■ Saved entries
* * *

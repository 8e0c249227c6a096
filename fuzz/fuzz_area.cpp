// libFuzzer target: an area file (GeoJSON or CSV), a base-depth file, plate and piezometer readings
// through their readers (plate readings on through monitor's back-analysis and its JSON and CSV), and a valid area through the layout, alone and less a moved copy of itself,
// then through the set-out writers (CSV, GeoJSON and JSON, each parsed back: a file handed to a
// contractor holds only finite numbers). An input holding a line "%%" is an area above it and a
// borehole file below it, so the drain lengths come from the input too.
// Any exception other than the project's named errors is a finding, as is any sanitizer report.
// Harness limit: the spacing is chosen for about 2,000 drains so that each input runs quickly under
// the sanitizers.
#include <algorithm>
#include <cmath>
#include <cstddef>
#include <cstdint>
#include <string>

#include <nlohmann/json.hpp>

#include "report/layout_report.hpp"
#include "report/monitor_report.hpp"
#include "report/trace.hpp"
#include "results/layout_record.hpp"
#include "results/monitor_record.hpp"
#include "scenario/area_files.hpp"
#include "scenario/readings_file.hpp"
#include "wickgrid/errors.hpp"
#include "wickgrid/layout.hpp"

namespace {
// The area moved by a third of its width and a quarter of its height.
wickgrid::layout::Area moved_copy(wickgrid::layout::Area area) {
    double x0 = 1e300, x1 = -1e300, y0 = 1e300, y1 = -1e300;
    for (const auto& part : area.parts)
        for (const auto& p : part.outer) {
            x0 = std::min(x0, p.x_m);
            x1 = std::max(x1, p.x_m);
            y0 = std::min(y0, p.y_m);
            y1 = std::max(y1, p.y_m);
        }
    const double dx = (x1 - x0) / 3.0;
    const double dy = (y1 - y0) / 4.0;
    for (auto& part : area.parts) {
        for (auto& p : part.outer) p = {p.x_m + dx, p.y_m + dy};
        for (auto& hole : part.holes)
            for (auto& p : hole) p = {p.x_m + dx, p.y_m + dy};
    }
    return area;
}
// A small scenario for the writers' title block and trace (invented).
const wickgrid::scenario::Scenario& writer_scenario() {
    static const wickgrid::scenario::Scenario s = wickgrid::scenario::parse_scenario(
        "schema: 1\ntitle: fuzz\ntarget: {degree: 0.9, deadline_days: 180}\n"
        "clay: {thickness_m: 10.0, cv_m2_per_year: 1.0, ch_m2_per_year: 3.0, mv_m2_per_kN: 0.0005, vertical_drainage: both_faces}\n"
        "drains: [{name: d, equivalent_diameter_mm: 66, discharge_capacity_m3_per_year: 100}]\n"
        "installation: {mandrel_diameter_mm: 90, smear_diameter_ratio: 2.0, smear_permeability_ratio: 3.0}\n"
        "spacing: {min_m: 0.8, max_m: 3.0}\n",
        "fuzz.yaml");
    return s;
}

// The writers of a layout, each parsed back; any number that is not finite, or a file that is not
// what it says, is a finding.
void write_and_read_back(const wickgrid::layout::Layout& l, const wickgrid::scenario::AreaFile& area,
                         const std::vector<wickgrid::layout::BaseDepthPoint>& base, double spacing) {
    using namespace wickgrid;
    results::LayoutRecord r;
    r.scenario = &writer_scenario();
    r.request.drain = "d";
    r.request.spacing_m = spacing;
    r.request.area = area;
    r.request.base_points = base;
    r.drain_name = "d";
    r.design_length_m = 10.0;
    r.layout = l;
    const auto trace = report::trace_fields(*r.scenario);
    const std::string geojson = report::traced("layout.geojson", report::layout_geojson(r), trace);
    const auto doc = nlohmann::json::parse(geojson);  // throws (a finding) when it is not JSON
    if (doc["features"].size() != l.drains.size()) __builtin_trap();
    const std::string json_text = report::layout_json_text(r);
    if (nlohmann::json::parse(json_text)["drains"].size() != l.drains.size()) __builtin_trap();
    const std::string csv = report::traced("layout.csv", report::layout_csv(r), trace);
    for (const char* bad : {"nan", "inf"})
        if (csv.find(bad) != std::string::npos || geojson.find(bad) != std::string::npos) __builtin_trap();
    if (csv.find('\0') != std::string::npos || geojson.find('\0') != std::string::npos) __builtin_trap();
}
}  // namespace

extern "C" int LLVMFuzzerTestOneInput(const std::uint8_t* data, std::size_t size) {
    using namespace wickgrid;
    const std::string input(reinterpret_cast<const char*>(data), size);
    const auto split = input.find("\n%%\n");
    const std::string text = split == std::string::npos ? input : input.substr(0, split);
    std::vector<layout::BaseDepthPoint> base_points;
    if (split != std::string::npos) try {
            base_points = scenario::parse_base_depths(input.substr(split + 4), "fuzz-boreholes.csv");
        } catch (const scenario::ScenarioError&) {
        }
    try {
        const auto base = scenario::parse_base_depths(text, "fuzz.csv");
        if (base.empty()) __builtin_trap();
    } catch (const scenario::ScenarioError&) {
    }
    try {
        const auto r = scenario::parse_readings(text, "fuzz.csv");
        if (r.plates.empty()) __builtin_trap();
        // Readings through the back-analysis and its writers, with the default Asaoka interval and
        // with one from the input's own span (monitor --interval-days).
        double last_s = 0.0;
        for (const auto& p : r.plates) last_s = std::max(last_s, p.readings.back().time_s);
        for (const std::optional<double> interval : {std::optional<double>{}, std::optional<double>(last_s / 37.0)}) {
            if (interval && !(*interval > 0.0)) continue;
            const auto m = results::monitor_record(writer_scenario(), "d", Pattern::triangular, 1.5, r, interval);
            const auto doc = nlohmann::json::parse(report::monitor_json(m).dump());
            if (doc["plates"].size() != r.plates.size()) __builtin_trap();
            if (report::monitor_csv(m).find('\0') != std::string::npos) __builtin_trap();
        }
    } catch (const scenario::ScenarioError&) {
    } catch (const InputError&) {
    } catch (const EvaluationError&) {
    }
    try {
        const auto p = scenario::parse_piezometers(text, "fuzz.csv");
        if (p.empty()) __builtin_trap();
    } catch (const scenario::ScenarioError&) {
    }
    try {
        const scenario::AreaFile f = scenario::parse_area(text, "fuzz.geojson", true);
        const double a = layout::area_m2(f.area);
        if (!(a > 0.0) || !std::isfinite(a)) __builtin_trap();
        const double spacing = std::sqrt(a / 2000.0);
        if (!(spacing > 0.0) || !std::isfinite(spacing)) return 0;
        const auto l = layout::lay_out(f.area, {}, {Pattern::triangular, spacing, std::nullopt, std::nullopt, 0.0},
                                       {10.0, 10.0, base_points.empty() ? std::vector<layout::BaseDepthPoint>{{0.0, 0.0, 9.0}}
                                                                        : base_points},
                                       20000);
        if (l.drains.empty()) __builtin_trap();
        write_and_read_back(l, f, base_points, spacing);
        // Exclusion zones: the area less a copy of itself moved by a fraction of its extent, so that
        // the difference meets crossing, touching and collinear edges.
        const layout::Area moved = moved_copy(f.area);
        const auto lx = layout::lay_out(f.area, moved, {Pattern::square, spacing, std::nullopt, std::nullopt, 0.0},
                                        {10.0, 10.0, {}}, 20000);
        if (lx.drains.size() > 20000 || !(lx.area_m2 < a * (1.0 + 1e-9))) __builtin_trap();
    } catch (const scenario::ScenarioError&) {
    } catch (const InputError&) {
    } catch (const EvaluationError&) {
    }
    return 0;
}
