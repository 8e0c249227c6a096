// libFuzzer target: a scenario file through the loader, the design and every writer. Any exception
// other than the project's named errors is a finding (it would exit 4), as is any sanitizer report.
// Harness limits (so that each input runs in well under a second under the sanitizers, which the
// fuzzer's timeout needs): the numerical method with more than 64 cells, the layered series with
// more than its default number of terms and spacing scans of more than 200 candidates are skipped;
// the program itself accepts more (README: limits).
#include <cstddef>
#include <cstdint>
#include <string>

#include "report/atomic_file.hpp"
#include "report/design_report.hpp"
#include "report/html_report.hpp"
#include "results/design_record.hpp"
#include "scenario/scenario.hpp"
#include "wickgrid/errors.hpp"

extern "C" int LLVMFuzzerTestOneInput(const std::uint8_t* data, std::size_t size) {
    using namespace wickgrid;
    const std::string text(reinterpret_cast<const char*>(data), size);
    try {
        const scenario::Scenario s = scenario::parse_scenario(text, "fuzz.yaml");
        const Site& site = s.site;
        if (site.method.method == CellMethod::numerical &&
            site.method.mesh.radial_cells * site.method.mesh.vertical_cells > 64)
            return 0;
        if (site.method.method == CellMethod::layered && site.method.series_terms > defaults::layered_terms) return 0;
        if ((site.range.bounds.max_m - site.range.bounds.min_m) / site.range.increment_m > 200) return 0;
        const results::DesignRecord record = results::design_record(s);
        const auto json = report::design_json(record).dump();
        const auto csv = report::design_csv(record);
        const auto md = report::design_markdown(record);
        const auto table = report::design_table(record);
        if (json.empty() || csv.empty() || md.empty() || table.empty()) __builtin_trap();
    } catch (const scenario::ScenarioError&) {
    } catch (const InputError&) {
    } catch (const EvaluationError&) {
    }
    return 0;
}
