LayeredCell::LayeredCell(const NumericalCellSpec& spec, RadialTheory theory, int terms) {
    check_spec(spec, terms);
    auto model = std::make_shared<Model>();
    Model& m = *model;
    m.terms = terms;
    m.layers = spec.layers;
    for (const auto& l : spec.layers) m.height_m += l.thickness_m;
    const double height = m.height_m;
    const bool drain = spec.has_drain;
    const double length = drain ? spec.drain_length_m : 0.0;
    if (drain && !(length > 0.0 && length <= height * (1 + 1e-12)))
        throw InputError("drain length (m)", length, "greater than 0 and at most the clay thickness " + format_value(height) + " m");
    m.basis = Basis(spec.drainage, height, terms);

    // Radial term: η(z) = 2kh/(γw·re²·μ(z)).
    const double gw = units::gamma_w_kN_per_m3, re = 0.5 * spec.influence_diameter_m;
    if (drain) {
        DrainInstallation d;
        d.equivalent_diameter_m = spec.drain_diameter_m;
        d.smear_diameter_m = spec.smear_diameter_m;
        d.smear_shape = spec.smear_shape;
        d.smear_permeability_ratio = spec.smear_permeability_ratio;
        d.theory = theory;
        const double n = spec.influence_diameter_m / spec.drain_diameter_m;
        if (!(spec.influence_diameter_m > spec.smear_diameter_m))
            throw InputError("influence diameter (m)", spec.influence_diameter_m,
                             "greater than the smear diameter " + format_value(spec.smear_diameter_m) + " m");
        m.mu_smear = smear_mu(d, n, spec.influence_diameter_m);
    }
    auto mu_at = [&](double z, double kh) {
        return mu_at_depth(m.mu_smear, z, length, spec.outlets, kh, spec.discharge_capacity_m3_per_s);
    };
    auto eta_at = [&](double z, const NumericalLayer& L) {
        if (!drain || z >= length) return 0.0;
        const double kh = L.ch_m2_per_s * L.mv_m2_per_kN * gw;
        return 2.0 * kh / (gw * re * re * mu_at(z, kh));
    };
    auto vacuum_shape = [&](double z) {  // −w/p: 1 at the drain head, k1 at the tip
        if (!drain || z >= length || !spec.loading || !spec.loading->vacuum) return 0.0;
        return 1.0 - (1.0 - spec.loading->vacuum->tip_ratio) * z / length;
    };

    // Storage and vertical flow exactly, layer by layer (constant properties); the radial term, whose
    // μ(z) varies along the drain, by Gauss–Legendre (10 points) on pieces no longer than H/terms.
    Mat gamma = Mat::Zero(terms, terms), psi = Mat::Zero(terms, terms);
    Vec b = Vec::Zero(terms), g = Vec::Zero(terms), phi(terms), dphi(terms);
    m.phi_integral = Vec::Zero(terms);
    for (double top = 0.0; const auto& L : spec.layers) {
        add_layer_exactly(m.basis, top, top + L.thickness_m, L.mv_m2_per_kN, L.cv_m2_per_s * L.mv_m2_per_kN, gamma, psi, b,
                          m.phi_integral);
        m.mv_integral += L.mv_m2_per_kN * L.thickness_m;
        top += L.thickness_m;
    }
    const double vertical_diag = psi(terms - 1, terms - 1);
    using GL = boost::math::quadrature::gauss<double, 10>;
    const auto& x = GL::abscissa();
    const auto& w = GL::weights();
    double mu_sum = 0.0, radial_diag = 0.0;
    const auto marks = marks_of(spec, height, length, drain);
    auto add_point = [&](double z, double weight) {
        const NumericalLayer& L = m.layer_at(z);
        m.basis.values(z, phi, dphi);
        const double eta = eta_at(z, L);
        psi.selfadjointView<Eigen::Lower>().rankUpdate(phi, weight * eta);
        radial_diag += weight * eta * phi[terms - 1] * phi[terms - 1];
        g -= weight * eta * vacuum_shape(z) * phi;
        mu_sum += weight * mu_at(z, L.ch_m2_per_s * L.mv_m2_per_kN * gw);
    };
    for (std::size_t s = 0; s + 1 < marks.size(); ++s) {
        if (!drain || marks[s] >= length * (1 - 1e-12)) break;  // below the tip: no radial term
        const double a = marks[s], span = marks[s + 1] - marks[s];
        const int pieces = std::max(1, static_cast<int>(std::ceil(span * terms / height)));
        for (int p = 0; p < pieces; ++p) {
            const double lo = a + span * p / pieces, half = 0.5 * span / pieces, mid = lo + half;
            for (std::size_t q = 0; q < x.size(); ++q) {
                if (x[q] == 0.0) {
                    add_point(mid, half * w[q]);
                    continue;
                }
                add_point(mid - half * x[q], half * w[q]);
                add_point(mid + half * x[q], half * w[q]);
            }
        }
    }
    m.mu_mean = drain ? mu_sum / length : 0.0;
    gamma = gamma.selfadjointView<Eigen::Lower>();
    psi = psi.selfadjointView<Eigen::Lower>();

    Eigen::GeneralizedSelfAdjointEigenSolver<Mat> solver(psi, gamma);
    if (solver.info() != Eigen::Success || !(solver.eigenvalues().minCoeff() > 0.0))
        throw EvaluationError("layered series", "the eigenproblem of the layered cell did not solve; check the layer mv, cv and ch");
    m.lambda = solver.eigenvalues();
    m.vectors = solver.eigenvectors();
    m.beta = m.vectors.transpose() * b;
    m.beta_squared = m.beta.cwiseProduct(m.beta);
    m.tail = std::max(0.0, m.mv_integral - m.beta.squaredNorm());
    {
        const int last = terms - 1;
        m.tail_first = m.basis.m[last] + 0.5 * pi;
        m.tail_slope = vertical_diag / gamma(last, last) / (m.basis.m[last] * m.basis.m[last]);
        m.tail_shift = radial_diag / gamma(last, last);
    }
    const Vec vac = m.vectors.transpose() * g;

    // Load events.
    LoadHistory loads;
    if (spec.loading) loads = *spec.loading;
    else loads.stages = {{0.0, 0.0, 1.0}};
    auto add_load = [&](double start, double end, double dq, int group) {
        if (end > start) m.events.push_back({Event::Kind::forcing, start, end, dq, dq / (end - start), m.beta, group});
        else m.events.push_back({Event::Kind::jump, start, start, dq, 0.0, m.beta, group});
    };
    for (const auto& s : loads.stages) add_load(s.start_s, s.end_s, s.pressure_kPa, 0);
    if (loads.surcharge) {
        const auto& s = *loads.surcharge;
        add_load(s.start_s, s.end_s, s.pressure_kPa, 1);
        add_load(s.removal_s, s.removal_s, -s.pressure_kPa, 1);
        m.removals.emplace_back(s.removal_s, 1);
    }
    m.steady_vacuum = Vec::Zero(terms);
    if (loads.vacuum && drain) {
        const auto& v = *loads.vacuum;
        m.events.push_back({Event::Kind::forcing, v.start_s, v.end_s, 0.0, v.pressure_kPa, vac, Model::vacuum_group});
        m.vacuum_kPa = v.pressure_kPa;
        m.removals.emplace_back(v.end_s, 2);
        m.steady_vacuum = vac.cwiseQuotient(m.lambda);
    }
    std::sort(m.removals.begin(), m.removals.end());
    m.permanent_kPa = loads.permanent_kPa();
    if (m.permanent_kPa > 0.0) m.reference_m = m.mv_integral * m.permanent_kPa;
    else if (loads.vacuum) m.reference_m = -loads.vacuum->pressure_kPa * m.steady_vacuum.dot(m.beta);
    model_ = model;
}
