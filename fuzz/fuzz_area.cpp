// libFuzzer target: an area file (GeoJSON or CSV), a base-depth file, plate and piezometer readings
// through their readers, and a valid area through the layout. Any exception other than the project's named errors is a
// finding, as is any sanitizer report. Harness limit: the spacing is chosen for about 2,000 drains
// so that each input runs quickly under the sanitizers.
#include <cmath>
#include <cstddef>
#include <cstdint>
#include <string>

#include "scenario/area_files.hpp"
#include "scenario/readings_file.hpp"
#include "wickgrid/errors.hpp"
#include "wickgrid/layout.hpp"

extern "C" int LLVMFuzzerTestOneInput(const std::uint8_t* data, std::size_t size) {
    using namespace wickgrid;
    const std::string text(reinterpret_cast<const char*>(data), size);
    try {
        const auto base = scenario::parse_base_depths(text, "fuzz.csv");
        if (base.empty()) __builtin_trap();
    } catch (const scenario::ScenarioError&) {
    }
    try {
        const auto r = scenario::parse_readings(text, "fuzz.csv");
        if (r.plates.empty()) __builtin_trap();
    } catch (const scenario::ScenarioError&) {
    }
    try {
        const auto p = scenario::parse_piezometers(text, "fuzz.csv");
        if (p.empty()) __builtin_trap();
    } catch (const scenario::ScenarioError&) {
    }
    try {
        const scenario::AreaFile f = scenario::parse_area(text, "fuzz.geojson", true);
        const double a = layout::area_m2(f.area);
        if (!(a > 0.0) || !std::isfinite(a)) __builtin_trap();
        const double spacing = std::sqrt(a / 2000.0);
        if (!(spacing > 0.0) || !std::isfinite(spacing)) return 0;
        const auto l = layout::lay_out(f.area, {}, {Pattern::triangular, spacing, std::nullopt, std::nullopt, 0.0},
                                       {10.0, 10.0, {{0.0, 0.0, 9.0}}}, 20000);
        if (l.drains.empty()) __builtin_trap();
    } catch (const scenario::ScenarioError&) {
    } catch (const InputError&) {
    } catch (const EvaluationError&) {
    }
    return 0;
}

* * *

■ TASK DESCRIPTION
From the records above, print exactly the lines that run from the line with "for (double top" to the line with "auto add_point = [&](double", inclusive.

■ WRITTEN SOLUTION
    for (double top = 0.0; const auto& L : spec.layers) {
        add_layer_exactly(m.basis, top, top + L.thickness_m, L.mv_m2_per_kN, L.cv_m2_per_s * L.mv_m2_per_kN, gamma, psi, b,
                          m.phi_integral);
        m.mv_integral += L.mv_m2_per_kN * L.thickness_m;
        top += L.thickness_m;
    }
    const double vertical_diag = psi(terms - 1, terms - 1);
    using GL = boost::math::quadrature::gauss<double, 10>;
    const auto& x = GL::abscissa();
    const auto& w = GL::weights();
    double mu_sum = 0.0, radial_diag = 0.0;
    const auto marks = marks_of(spec, height, length, drain);
    auto add_point = [&](double z, double weight) {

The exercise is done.